Kenya’s February new car sales dip by 17pc
Kenya’s industry’s woes under the weight of supply problems from the Russian invasion of Ukraine appear to be far from over and are continuing into 2023. Figures by Kenya Motor Industry Association (KMIA) show car sales in fell by 17 per cent year–on–year in February. The industry sold a total of 1,689 units by the end of February, 295 units less than it managed in a similar period last year.
The association attributed the low retail sales numbers to a difficult two-month period in which the sector has borne the brunt of the lingering European war which broke in February 2022, causing supply chain bottlenecks and driving up costs for everything from labor to raw materials.
Retail sales of new vehicles also fell by 22.5 per cent to 793 units in the first month of the year from 1,023 units sold in the same period last year, in what has been a worrying start to 2023.
But industry experts are voicing buoyancy despite the low numbers and are confident that the situation will mend on political stability, availability of credit by banks, and other financial institutions, as well as improving economic macro indicators. “We are expecting the market to grow by 15 per cent this year. However, challenges still linger such as the exchange rate depreciation as well as production constraints which are low, but we are optimistic for the year,” Managing Director of CFAO Motors – formerly Toyota Kenya Ltd, Arvinder Reel in a telephone interview with Business Hub.
Macroeconomic indicators like the gross domestic product (GDP) – a monetary measure of the market value of all the final goods and services produced and sold in a specific time period, are statistics or data readings that reflect the economic circumstances of a country or sector.

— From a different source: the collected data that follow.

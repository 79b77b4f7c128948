import { mkdir, writeFile } from 'node:fs/promises';
import { dirname } from 'node:path';
import { renderHtmlReport } from '../../report/html.js';
import type { CommandContext } from '../context.js';
import { judgeRequestedRun, type RequestedRunOptions } from '../judge-requested-run.js';
import { resolvePath } from '../paths.js';
import { reviewSinceRef } from './since.js';

export interface ReportOptions extends RequestedRunOptions {
  html: string;
  title?: string;
  /** A reference (run id, sha, time): adds the release review's section (cli/run/since.ts). */
  since?: string;
  at?: string;
}

/**
 * The work of `bellgate report` (loaded only when that command runs, so d3 and the HTML code are
 * never loaded by the others): judges the run and writes the self-contained HTML file.
 * @throws InputError (bad files, flags), StoreError (history unreadable).
 * @example await runReport(ctx, { history: 'h.json', html: 'report.html', series: 'default' })
 */
export async function runReport(ctx: CommandContext, options: ReportOptions): Promise<void> {
  const { history, report } = await judgeRequestedRun(ctx, options);
  const since = options.since === undefined ? undefined : await reviewSinceRef(ctx, options.since, options);
  const html = renderHtmlReport({
    report,
    history,
    ...(since === undefined ? {} : { since }),
    title: options.title ?? `Bellgate report: ${options.series}`,
    generatedAt: ctx.now().toISOString(),
  });
  const out = resolvePath(ctx, options.html);
  await mkdir(dirname(out), { recursive: true });
  await writeFile(out, html);
  ctx.io.stdout(`wrote ${out} (verdict ${report.verdict}, ${report.metrics.length} metrics)\n`);
}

They are used by analysts and governments to assess the current and future health of the economy and financial markets. Other factors like interest rates, unemployment rates, disposable income, and exchange rates ordinarily affect the growth and performance of the automotive industry.
And so, during a slump, auto sales typically fall, often significantly and many buyers tend to back out of the market until the economy recovers.
Imported commodities
That is what Dinesh Kotecha – the CEO of auto dealer Simba Corporation expects to happen in the second quarter (Q2) of the year when fiscal cogency is anticipated. The weakening of the shilling against the US dollar has put further strain on the cost of imported commodities as shipping lines increase ferrying expenses. That waning trend wheeled at Sh131.55 against the dollar Monday morning.
Kenya’s currency fell the most in seven years and its benchmark stock index became Africa’s worst performer in 2022 after Russia’s war in Ukraine raised import costs and fueled inflation. The overall year-on-year inflation rate as measured by the Consumer Price Index (CPI) accelerated to 9.2 per cent last month from 9.0 per cent in January, above market forecasts of 8.8 per cent and the central bank’s preferred range of 2.5 per cent to 7.5 per cent, according to the Kenya National Bureau of Statistics.
Similar challenges have also been seen in prices of used vehicles or second-hand cars commonly known as ‘mitumba’ with popular brands like Vitz, and Subaru among other models all increasing prices by hundreds of thousands of shillings on scarcity and weakening the local currency.
Because Kenya’s oil and fuel importers use US dollars to buy fuel, the forex shortage has had a direct impact on the country’s fuel supplies, and by extension, the country’s supply chain. But it has also impacted essential imports such as medicine and food as well as car parts.
President William Ruto last week, however, stated that the government had taken measures to ensure dollar availability in the near future. “For the people who work numbers, I am giving you free advice that those of you who are hoarding dollars, you shortly might go into losses,” warned Ruto.